METHODS AND RESULTS - The CACTUS trial (Coronary bifurcations: Application of the Crushing Technique Using Sirolimus-eluting stents) is a prospective, randomized, multicenter study comparing 2 different techniques of stenting, with mandatory final kissing-balloon inflation, in true bifurcations: (1) elective "crush" stenting and (2) stenting of only the main branch, with provisional side-branch T-stenting. From August 2004 to June 2007, 350 patients were enrolled in 12 European centers. The primary angiographic end point was the in-segment restenosis rate, and the primary clinical end point was the occurrence of major adverse cardiac events (cardiac death, myocardial infarction, or target-vessel revascularization) at 6 months. At 6 months, angiographic restenosis rates were not different between the crush group (4.6% and 13.2% in the main branch and side branch, respectively) and the provisional stenting group (6.7% and 14.7% in the main branch and side branch, respectively; P=NS). Additional stenting on the side branch in the provisional stenting group was required in 31% of lesions. Rates of major adverse cardiac events were also similar in the 2 groups (15.8% in the crush group versus 15% in the provisional stenting group, P=NS).
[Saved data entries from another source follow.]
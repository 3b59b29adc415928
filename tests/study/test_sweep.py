"""Sweeps equal single budgets, resume to the last bit, lose nothing to a failing point."""

from __future__ import annotations

from collections.abc import Callable
from concurrent.futures import Executor, Future, ProcessPoolExecutor, ThreadPoolExecutor
from pathlib import Path
from typing import Any

import numpy as np
import pytest
from devices import case
from sweep_devices import EQE, ETL, HTL, coarse, swept, two_emitters

import optics
from optics.device.case import Case
from optics.device.errors import CaseError
from optics.study.sweep_plan import plan_sweep

AXES = {HTL: {"values": [40, 60]}, ETL: {"start": 30, "stop": 70, "step": 20}}


def faults_of(device: Callable[[], Case]) -> list[str]:
    with pytest.raises(CaseError) as caught:
        optics.sweep(device())
    return [str(fault) for fault in caught.value.faults]


def test_every_point_is_the_budget_of_its_case() -> None:
    device = swept(AXES, outcomes=[EQE, "destinations.guided", "purcell_factor"])
    found = optics.sweep(device)
    assert found[EQE].dims == (HTL, ETL)
    assert found[ETL].to_numpy().tolist() == [30.0, 50.0, 70.0]
    for htl in (40.0, 60.0):
        for etl in (30.0, 50.0, 70.0):
            alone = optics.budget(device.replace_all({HTL: htl, ETL: etl}))
            here = found.sel({HTL: htl, ETL: etl})
            assert float(here[EQE]) == pytest.approx(alone.external_quantum_efficiency, abs=1e-6)
            share = alone.destinations["guided"]
            assert float(here["destinations.guided"]) == pytest.approx(share, abs=1e-6)
            factor = alone.emitters[0].purcell_factor
            assert float(here["purcell_factor"]) == pytest.approx(factor, rel=1e-5)


def test_names_and_units_travel_with_the_numbers() -> None:
    yields = "emitters.green.quantum_yield"
    device = swept({HTL: {"values": [40]}, yields: {"values": [0.5, 1.0]}})
    found = optics.sweep(device)
    assert found[HTL].attrs["units"] == "nm"
    assert found[yields].attrs["units"] == "1"
    assert {one.attrs["units"] for one in found.data_vars.values()} == {"1"}
    assert len(found.data_vars) == 8  # the EQE and every destination
    assert found.attrs["case_sha256"] == device.sha256
    assert found.attrs["failed"] == ""
    assert found.attrs["energy_balance"] <= 1e-6


def test_linked_numbers_follow_through_other_links() -> None:
    linked = {ETL: HTL, "layers.CAT.thickness_nm": ETL}
    device = swept({HTL: {"values": [40, 80]}}, outcomes=[EQE], linked=linked)
    found = optics.sweep(device)
    paths = (HTL, ETL, "layers.CAT.thickness_nm")
    alone = optics.budget(device.replace_all(dict.fromkeys(paths, 80.0)))
    assert float(found[EQE][1]) == pytest.approx(alone.external_quantum_efficiency, abs=1e-6)
    assert found.coords[ETL].dims == (HTL,)
    assert found.coords["layers.CAT.thickness_nm"].to_numpy().tolist() == [40.0, 80.0]


@pytest.mark.parametrize(
    ("path", "values"),
    [
        ("emitters.green.horizontal_fraction", [0.5, 0.8]),
        ("emitters.green.order_parameter", [-0.2, 0.1]),
        ("emitters.green.zone.at", [0.2, 0.7]),
        ("emitters.green.quantum_yield", [0.2, 0.7]),
        ("materials.host.n", [1.7, 1.85]),
        ("layers.EML.thickness_nm", [20, 40]),
        ("drive.charge_balance", [0.5, 0.9]),
        ("substrate.thickness_mm", [0.1, 0.7]),
        ("wavelength.values_nm.1", [540, 550]),
    ],
)
def test_any_number_of_the_case_can_be_swept(path: str, values: list[float]) -> None:
    device = swept({path: {"values": values}}, outcomes=[EQE])
    found = optics.sweep(device)
    expected = [optics.budget(device.replace(path, v)).external_quantum_efficiency for v in values]
    assert found[EQE].to_numpy() == pytest.approx(expected, abs=1e-6)


def test_two_units_and_a_line() -> None:
    device = swept(AXES, document=two_emitters(), outcomes=[EQE, "emitters.red.purcell_factor"])
    found = optics.sweep(device)
    alone = optics.budget(device.replace_all({HTL: 40.0, ETL: 70.0}))
    here = found.sel({HTL: 40.0, ETL: 70.0})
    assert float(here[EQE]) == pytest.approx(alone.external_quantum_efficiency, abs=1e-6)
    factor = alone.emitters[1].purcell_factor
    assert float(here["emitters.red.purcell_factor"]) == pytest.approx(factor, rel=1e-5)


def test_what_is_undefined_is_nan_and_no_failure() -> None:
    document = coarse()
    del document["substrate"]
    device = swept(AXES, document=document, outcomes=["external_quantum_efficiency_matched"])
    found = optics.sweep(device)
    assert bool(found["external_quantum_efficiency_matched"].isnull().all())
    assert found.attrs["failed"] == ""


@pytest.mark.slow  # compiles the kernels of emission against angle
def test_emission_against_angle_is_that_of_single_points() -> None:
    names = ["bottom.current_efficiency_cd_A", "bottom.delta_uv_30"]
    device = swept({HTL: {"values": [40, 60]}}, outcomes=names)
    found = optics.sweep(device)
    alone = optics.angular(device.replace(HTL, 60.0), [30.0]).sides["bottom"]
    assert float(found[names[0]][1]) == pytest.approx(alone.current_efficiency_cd_A, rel=1e-12)
    assert float(found[names[1]][1]) == pytest.approx(alone.delta_uv[0], rel=1e-10)
    assert found[names[0]].attrs["units"] == "cd A-1"


def test_faults_of_the_table_come_all_at_once() -> None:
    said = faults_of(
        lambda: swept(
            {HTL: {"values": [40, 40]}, ETL: {"values": [-5, 30]}},
            outcomes=["destinations.giuded", "guided"],
            linked={ETL: HTL},
        )
    )
    assert said == [
        f'my.toml: sweep.linked."{ETL}": found {ETL}, which is swept itself; expected a path that '
        "is not itself swept",
        "my.toml: sweep.outcomes[0]: found destinations.giuded, no such outcome; expected the name "
        "of an outcome (did you mean destinations.guided?)",
        "my.toml: sweep.outcomes[1]: found guided, which may mean several; expected one of "
        "destinations.guided, emitters.green.destinations.guided, chain.device.guided",
        f'my.toml: sweep.axes."{HTL}": found 40 twice; expected each value once',
        f'my.toml: sweep.axes."{ETL}": found -5; expected a number from 0 to 1e+07',
    ]


@pytest.mark.parametrize(
    ("table", "part"),
    [
        ({"linked": {"layers.CAT.thickness_nm": "layers.ITO.thickness_nm"}}, "is not swept"),
        (
            {"linked": {"layers.CAT.thickness_nm": "layers.CAT.thickness_nm"}},
            "layers.CAT.thickness_nm follows layers.CAT.thickness_nm; expected links that end",
        ),
        ({"linked": {"layers.CTA.thickness_nm": HTL}}, "did you mean layers.CAT.thickness_nm?"),
        ({"outcomes": [HTL, EQE]}, "which is swept; expected an outcome that is no axis"),
    ],
)
def test_contradictions_are_faults(table: dict[str, Any], part: str) -> None:
    assert any(part in line for line in faults_of(lambda: swept(AXES, **table)))


@pytest.mark.parametrize(
    ("axis", "part"),
    [
        ({"start": 50, "stop": 40, "step": 5}, "above start = 50"),
        ({"start": 40, "stop": 50, "step": 3}, "a step that divides 10"),
        ({"start": 40, "stop": 50}, "either start, stop and step, or values"),
        ({"values": []}, "values"),
    ],
)
def test_grids_that_are_none_are_faults(axis: dict[str, Any], part: str) -> None:
    assert any(part in line for line in faults_of(lambda: swept({HTL: axis})))


def test_a_case_without_a_sweep_and_a_grid_beyond_all_memory() -> None:
    with pytest.raises(CaseError, match="sweep: found no such table"):
        optics.sweep(case(coarse()))
    huge = {"start": 1.0, "stop": 9001.0, "step": 1.0}
    assert any(
        "split the grid" in line for line in faults_of(lambda: swept({HTL: huge, ETL: huge}))
    )


@pytest.mark.parametrize("tolerance", [0.0, 0.2, float("nan")])
def test_a_tolerance_beyond_reason_is_refused(tolerance: float) -> None:
    with pytest.raises(ValueError, match="tolerance: found"):
        optics.sweep(swept(AXES), tolerance=tolerance)


def test_decimal_steps_are_free_of_dust() -> None:
    plan = plan_sweep(swept({HTL: {"start": 0.1, "stop": 0.7, "step": 0.1}}), 1e-6)
    assert plan.axes[0].values == (0.1, 0.2, 0.3, 0.4, 0.5, 0.6, 0.7)


def test_a_failing_point_is_named_and_loses_nothing_else() -> None:
    document = coarse()
    document["emitters"][0]["zone"] = {"shape": "point", "at_nm": 10.0, "from": "bottom"}
    eml, place = "layers.EML.thickness_nm", "emitters.green.zone.at_nm"
    axes = {eml: {"values": [40, 30, 20]}, place: {"values": [10, 25]}}
    device = swept(axes, document=document, outcomes=[EQE])
    found = optics.sweep(device)
    assert np.isnan(found[EQE].to_numpy()).tolist() == [[False] * 2, [False] * 2, [False, True]]
    (line,) = found.attrs["failed"].splitlines()
    assert line.startswith(
        "layers.EML.thickness_nm = 20, emitters.green.zone.at_nm = 25: my.toml: "
    )


class Stopper:
    """A progress function that interrupts when so many points are done."""

    def __init__(self, at: int) -> None:
        self.at = at
        self.seen: list[int] = []

    def __call__(self, done: int, total: int) -> None:
        self.seen.append(done)
        if done >= self.at:
            raise KeyboardInterrupt


ZONE = "emitters.green.zone.at"
# Point by point: too few points share their half stacks to gain from it.
LONG = {"materials.htl.n": {"start": 1.5, "stop": 1.8, "step": 0.05}, ZONE: {"values": [0.3, 0.5]}}
# Two blocks of seven points.
BLOCKS = {HTL: {"start": 30, "stop": 90, "step": 10}, "materials.etl.n": {"values": [1.7, 1.75]}}


@pytest.mark.parametrize("axes", [LONG, BLOCKS], ids=["point by point", "combined"])
def test_interrupted_and_resumed_equals_uninterrupted_to_the_last_bit(
    tmp_path: Path, axes: dict[str, Any]
) -> None:
    device = swept(axes)
    whole = optics.sweep(device)
    with pytest.raises(KeyboardInterrupt):
        optics.sweep(device, progress=Stopper(5), keep_in=tmp_path)
    assert len(list(tmp_path.iterdir())) == 1
    seen: list[int] = []
    resumed = optics.sweep(device, progress=lambda done, _: seen.append(done), keep_in=tmp_path)
    assert 5 <= seen[0] < 14
    assert seen[-1] == 14
    assert resumed.identical(whole)
    assert list(tmp_path.iterdir()) == []


def test_a_changed_case_or_tolerance_never_meets_kept_results(tmp_path: Path) -> None:
    changed = coarse()
    changed["materials"]["host"]["n"] += 1e-9
    for device, tolerance in (
        (swept(LONG), 1e-6), (swept(LONG), 1e-5), (swept(LONG, document=changed), 1e-6),
        (swept(LONG, outcomes=[EQE]), 1e-6),
    ):  # fmt: skip
        stop = Stopper(3)
        with pytest.raises(KeyboardInterrupt):
            optics.sweep(device, tolerance=tolerance, progress=stop, keep_in=tmp_path)
        assert stop.seen[0] == 0
    assert len(list(tmp_path.iterdir())) == 4


def test_a_disk_that_takes_nothing_costs_only_the_progress(tmp_path: Path) -> None:
    blocked = tmp_path / "no folder"
    blocked.write_text("")
    device = swept(LONG, outcomes=[EQE])
    found = optics.sweep(device, keep_in=blocked)
    assert "progress could not be kept" in found.attrs["warnings"]
    assert found[EQE].equals(optics.sweep(device)[EQE])


class Counting(Executor):
    """Runs everything at once, in this thread, and counts."""

    def __init__(self) -> None:
        self.tasks = 0

    def submit(self, function: Any, /, *arguments: Any, **named: Any) -> Future[Any]:
        self.tasks += 1
        future: Future[Any] = Future()
        try:
            future.set_result(function(*arguments, **named))
        except Exception as error:
            future.set_exception(error)
        return future


def test_any_executor_takes_the_work_and_stays_open() -> None:
    device = swept(LONG, outcomes=[EQE])
    own = optics.sweep(device)
    counting = Counting()
    assert optics.sweep(device, executor=counting).identical(own)
    assert counting.tasks > 0
    with ThreadPoolExecutor(1) as pool:
        assert optics.sweep(device, executor=pool).identical(own)
        assert pool.submit(int, "7").result() == 7


@pytest.mark.slow  # starts processes
def test_other_processes_give_the_same_bits() -> None:
    import multiprocessing

    device = swept(LONG, outcomes=[EQE])
    with ProcessPoolExecutor(2, mp_context=multiprocessing.get_context("spawn")) as pool:
        assert optics.sweep(device, executor=pool).identical(optics.sweep(device))


@pytest.mark.slow  # starts a cluster
@pytest.mark.filterwarnings("ignore")  # of the cluster's own libraries
def test_a_cluster_of_two_processes_gives_the_same_bits_even_if_one_dies() -> None:
    distributed = pytest.importorskip("distributed")
    from optics.study.executor import cluster_executor

    device = swept(LONG, outcomes=[EQE])
    own = optics.sweep(device)
    with distributed.LocalCluster(
        n_workers=2, threads_per_worker=1, processes=True, dashboard_address=None
    ) as cluster:
        with cluster_executor(cluster.scheduler_address) as executor:
            assert optics.sweep(device, executor=executor).identical(own)
        killed = []

        def kill_one(done: int, _total: int) -> None:
            if done and not killed:
                killed.append(next(iter(cluster.workers.values())))
                killed[0].process.process._process.kill()

        with cluster_executor(cluster.scheduler_address) as executor:
            again = optics.sweep(device, executor=executor, progress=kill_one)
        assert killed
        assert again.identical(own)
CONCLUSIONS - In most bifurcations with a significant stenosis in both branches, a provisional strategy of stenting the main branch only is effective, with the need to implant a second stent on the side branch occurring in approximately one third of cases. The implantation of 2 stents does not appear to be associated with a higher incidence of adverse events at 6 months.